I checked the post. My processing script looks like:
nmrPipe -in test.fid \
| nmrPipe -fn SOL \
| nmrPipe -fn SP -off .4 -end 0.98 -pow 2 -c 0.5 \
| nmrPipe -fn ZF -auto \
| nmrPipe -fn FT \
| nmrPipe -fn PS -p0 -8.8 -p1 0.0 -di \
| nmrPipe -fn EXT -left -sw \
| nmrPipe -fn TP \
| nmrPipe -fn SP -off 0.4 -end 0.98 -pow 2 -c 0.5 \
| nmrPipe -fn ZF -auto \
| nmrPipe -fn FT \
| nmrPipe -fn PS -p0 0.0 -p1 0.0 -di \
| nmrPipe -fn TP \
| nmrPipe -fn COADD -cList 1 0 -time -axis Y \
| nmrPipe -fn POLY -auto \
-verb -ov -out I chage cList to 0 1 to get the 2nd part. Things looks OK in nmrDraw, however, there is a 2nd copy of the protein spectrum that folds from the top to the bottom of the y axis.

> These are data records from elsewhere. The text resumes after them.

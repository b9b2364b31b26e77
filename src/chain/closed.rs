//! A chain with no end: one molecule that switches for ever (a closed photoswitch).
//!
//! The molecule settles into the closed class of states it cannot leave. Over that class:
//! - the stationary distribution of the jump chain, from one sparse solve: with r a state of the
//!   class and W the rest, the expected visits to each state of W between two visits to r are
//!   v = (I − Q_W)⁻ᵀ p_r (p_r the moves out of r into W); π ∝ (1, v) (Kemeny & Snell, Finite
//!   Markov Chains, 1960, ch. 4: the fixed vector as visits per return). The share of time in
//!   each state is π_i τ_i / Σ π_j τ_j (τ the mean holding time per visit): the photostationary
//!   composition one molecule sees.
//! - mean first passages from each form (a species of the class) to each other form, in photons
//!   absorbed and in time: (I − Q_{C∖b}) m = h with h the photons per move (the photon
//!   probability of each state's ways out) or the holding time, one LU per target form b.
//! - switching: a switching event is a change of form, the molecule arriving at a form other
//!   than the one it last left (through any transients in between). With x⁽ⁱ⁾ the probability
//!   that a transient's path leads first back to form i, the share of moves out of i that return
//!   to i is ρᵢ = Σ_moves p (1 if it goes to i, x⁽ⁱ⁾ if to a transient, 0 otherwise); events per
//!   unit time Σ πᵢ (1 − ρᵢ) / Σ π τ, photons per event Σ πᵢ φᵢ / Σ πᵢ (1 − ρᵢ).
//!
//! Units: times in s; photon counts per molecule. No file I/O, no printing.

use super::sparse::{Lu, Triplets};
use super::{Chain, StateKind};
use crate::error::{Error, Result};
use petgraph::graph::DiGraph;
use serde::Serialize;

/// At most this many forms get first-passage times (the ones the molecule spends most time in).
pub const MAX_FORMS: usize = 8;

/// Mean first passage from one form to another.
#[derive(Debug, Clone, PartialEq, Serialize)]
pub struct Passage {
    /// From state (chain index).
    pub from: usize,
    /// To state (chain index).
    pub to: usize,
    /// Mean photons absorbed on the way.
    pub photons: f64,
    /// Mean time on the way, s (None when the chain carries no holding times).
    pub time: Option<f64>,
}

/// What the chain says about a molecule that never ends.
#[derive(Debug, Clone, PartialEq, Serialize)]
pub struct Stationary {
    /// The states of the closed class, in chain order.
    pub class: Vec<usize>,
    /// Per chain state, its share of the jump chain's moves at the stationary state (0 outside
    /// the class).
    pub visits: Vec<f64>,
    /// Per chain state, its share of the time (0 outside the class): the photostationary
    /// composition one molecule sees. None when no state of the class has a holding time.
    pub time_share: Option<Vec<f64>>,
    /// Mean photons absorbed per move of the jump chain.
    pub photons_per_move: f64,
    /// Photons absorbed per s at the stationary state (None without holding times).
    pub photon_rate: Option<f64>,
    /// Switching events (changes of form) per s (None without holding times).
    pub switch_rate: Option<f64>,
    /// Photons absorbed per switching event (None when the molecule never changes form).
    pub photons_per_switch: Option<f64>,
    /// Share of the switching events begun by a photon (the rest by heat).
    pub light_share: Option<f64>,
    /// The forms (species of the class, or states of a hand-written chain) given first
    /// passages, largest time share (or visits) first, at most [`MAX_FORMS`].
    pub forms: Vec<usize>,
    /// The forms of the class left out of the first passages (beyond [`MAX_FORMS`]).
    pub forms_left_out: usize,
    /// Mean first passages between every ordered pair of `forms`.
    pub passages: Vec<Passage>,
}

fn is_form(chain: &Chain, i: usize) -> bool {
    matches!(chain.states[i].kind, StateKind::Species(_) | StateKind::Other)
}

/// The closed classes a molecule started from `start` can settle in, when it can reach no
/// absorbing state; None when an absorbing state is reachable (the chain has ends).
pub fn closed_classes(chain: &Chain, start: &[f64]) -> Option<Vec<Vec<usize>>> {
    let reach = chain.reachable(start);
    let n = chain.states.len();
    if (0..n).any(|i| reach[i] && chain.states[i].absorbing) {
        return None;
    }
    let mut g = DiGraph::<usize, ()>::with_capacity(n, chain.moves.len());
    let nodes: Vec<_> = (0..n).map(|i| g.add_node(i)).collect();
    for m in &chain.moves {
        if m.probability > 0.0 && reach[m.from] {
            g.add_edge(nodes[m.from], nodes[m.to], ());
        }
    }
    let sccs = petgraph::algo::tarjan_scc(&g);
    let mut classes = Vec::new();
    for scc in sccs {
        let members: Vec<usize> = scc.iter().map(|x| g[*x]).collect();
        if !reach[members[0]] {
            continue;
        }
        let mut inside = vec![false; n];
        members.iter().for_each(|&i| inside[i] = true);
        let leaves = chain
            .moves
            .iter()
            .any(|m| m.probability > 0.0 && inside[m.from] && !inside[m.to]);
        if !leaves {
            let mut c = members;
            c.sort_unstable();
            classes.push(c);
        }
    }
    classes.sort();
    Some(classes)
}

/// Photon probability of each state's ways out (the mean photons per move from it).
fn photon_share(chain: &Chain) -> Vec<f64> {
    let mut ph = vec![0.0; chain.states.len()];
    for m in &chain.moves {
        if m.photon {
            ph[m.from] += m.probability;
        }
    }
    ph
}

/// I − Q over the states `set` (local indices by `local`, usize::MAX outside).
fn i_minus_q(chain: &Chain, set: &[usize], local: &[usize]) -> Triplets {
    let m = set.len();
    let mut a = Triplets::new(m, m);
    for i in 0..m {
        a.push(i, i, 1.0);
    }
    for mv in &chain.moves {
        let (i, j) = (local[mv.from], local[mv.to]);
        if i != usize::MAX && j != usize::MAX && mv.probability != 0.0 {
            a.push(i, j, -mv.probability);
        }
    }
    a
}

fn local_of(n: usize, set: &[usize]) -> Vec<usize> {
    let mut local = vec![usize::MAX; n];
    for (k, &i) in set.iter().enumerate() {
        local[i] = k;
    }
    local
}

/// Analyse a chain in which a molecule started from `start` never ends: it must reach no
/// absorbing state and settle in exactly one closed class.
pub fn analyse(chain: &Chain, start: &[f64]) -> Result<Stationary> {
    let n = chain.states.len();
    if start.len() != n || start.iter().all(|&x| x <= 0.0) {
        return Err(Error::Numerical("the start must weigh some state of the chain".into()));
    }
    let classes = closed_classes(chain, start)
        .ok_or_else(|| Error::Numerical("the molecule can reach an end: use the absorbing analysis".into()))?;
    let class = match classes.len() {
        1 => classes.into_iter().next().unwrap_or_default(),
        0 => return Err(Error::Numerical("no closed class found".into())),
        _ => {
            let names: Vec<String> = classes
                .iter()
                .map(|c| {
                    c.iter()
                        .map(|&i| chain.states[i].name.as_str())
                        .collect::<Vec<_>>()
                        .join(", ")
                })
                .collect();
            return Err(Error::Usage(format!(
                "a molecule from this start can settle in {} separate cycles ({}), so no one photostationary \
                 composition describes it; start from one of them with --from SPECIES",
                names.len(),
                names.join(" | ")
            )));
        }
    };
    let ph = photon_share(chain);
    // Stationary jump-chain shares: visits between returns to the first form of the class.
    let r = class.iter().copied().find(|&i| is_form(chain, i)).unwrap_or(class[0]);
    let rest: Vec<usize> = class.iter().copied().filter(|&i| i != r).collect();
    let local = local_of(n, &rest);
    let lu = Lu::new(&i_minus_q(chain, &rest, &local))?;
    let mut out_of_r = vec![0.0; rest.len()];
    for mv in chain.moves.iter().filter(|m| m.from == r) {
        if local[mv.to] != usize::MAX {
            out_of_r[local[mv.to]] += mv.probability;
        }
    }
    let v = lu.solve_transpose(&out_of_r)?;
    let mut visits = vec![0.0; n];
    visits[r] = 1.0;
    for (k, &i) in rest.iter().enumerate() {
        visits[i] = v[k].max(0.0);
    }
    let total: f64 = visits.iter().sum();
    visits.iter_mut().for_each(|x| *x /= total);
    let cycle_time: f64 = class.iter().map(|&i| visits[i] * chain.states[i].holding).sum();
    let timed = cycle_time > 0.0 && cycle_time.is_finite();
    let time_share = timed.then(|| {
        (0..n)
            .map(|i| visits[i] * chain.states[i].holding / cycle_time)
            .collect::<Vec<f64>>()
    });
    let photons_per_move: f64 = class.iter().map(|&i| visits[i] * ph[i]).sum();
    let (switches, by_light) = switching(chain, &class, &visits)?;
    let photons_per_switch = (switches > 0.0).then(|| photons_per_move / switches);
    let light_share = (switches > 0.0).then(|| (by_light / switches).clamp(0.0, 1.0));
    // The forms, by time share (or visits without times), largest first.
    let weight = |i: usize| time_share.as_ref().map_or(visits[i], |t| t[i]);
    let mut forms: Vec<usize> = class.iter().copied().filter(|&i| is_form(chain, i)).collect();
    forms.sort_by(|&a, &b| weight(b).total_cmp(&weight(a)).then(a.cmp(&b)));
    let forms_left_out = forms.len().saturating_sub(MAX_FORMS);
    forms.truncate(MAX_FORMS);
    let mut passages = Vec::new();
    for &b in &forms {
        let others: Vec<usize> = class.iter().copied().filter(|&i| i != b).collect();
        let local = local_of(n, &others);
        let lu = Lu::new(&i_minus_q(chain, &others, &local))?;
        let h_ph: Vec<f64> = others.iter().map(|&i| ph[i]).collect();
        let h_t: Vec<f64> = others.iter().map(|&i| chain.states[i].holding).collect();
        let m_ph = lu.solve(&h_ph)?;
        let m_t = lu.solve(&h_t)?;
        for &a in forms.iter().filter(|&&a| a != b) {
            passages.push(Passage {
                from: a,
                to: b,
                photons: m_ph[local[a]],
                time: timed.then(|| m_t[local[a]]),
            });
        }
    }
    passages.sort_by_key(|p| {
        (
            forms.iter().position(|&f| f == p.from),
            forms.iter().position(|&f| f == p.to),
        )
    });
    Ok(Stationary {
        class,
        time_share,
        photons_per_move,
        photon_rate: timed.then(|| photons_per_move / cycle_time),
        switch_rate: timed.then(|| switches / cycle_time),
        photons_per_switch,
        light_share,
        visits,
        forms,
        forms_left_out,
        passages,
    })
}

/// Switching events per jump-chain move at the stationary `visits`, and those begun by a photon.
fn switching(chain: &Chain, class: &[usize], visits: &[f64]) -> Result<(f64, f64)> {
    let n = chain.states.len();
    let trans: Vec<usize> = class.iter().copied().filter(|&i| !is_form(chain, i)).collect();
    let local = local_of(n, &trans);
    let lu = Lu::new(&i_minus_q(chain, &trans, &local))?;
    let (mut all, mut light) = (0.0, 0.0);
    for &i in class.iter().filter(|&&i| is_form(chain, i)) {
        // x: probability that a transient's path reaches form i before any other form.
        let x = if trans.is_empty() {
            Vec::new()
        } else {
            let mut b = vec![0.0; trans.len()];
            for mv in &chain.moves {
                if mv.to == i && local[mv.from] != usize::MAX {
                    b[local[mv.from]] += mv.probability;
                }
            }
            lu.solve(&b)?
        };
        let (mut back, mut back_photon, mut photon) = (0.0, 0.0, 0.0);
        for mv in chain.moves.iter().filter(|m| m.from == i) {
            let r = if mv.to == i {
                1.0
            } else if local[mv.to] != usize::MAX {
                x[local[mv.to]].clamp(0.0, 1.0)
            } else {
                0.0
            };
            back += mv.probability * r;
            if mv.photon {
                photon += mv.probability;
                back_photon += mv.probability * r;
            }
        }
        all += visits[i] * (1.0 - back).max(0.0);
        light += visits[i] * (photon - back_photon).max(0.0);
    }
    Ok((all, light))
}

The other copy is centered, but condensed along the y-axis. I am not sure why there are 2 copies of the spectrum appearing (besided the IP, and AP ones). The spectral widths are set up properly for this protein, and the HSQC with the same sw looks normal (1 copy). Maybe this is something to do with using -complex for processing the y dimension, where I normally use rance-kay. Any ideas? Thanks.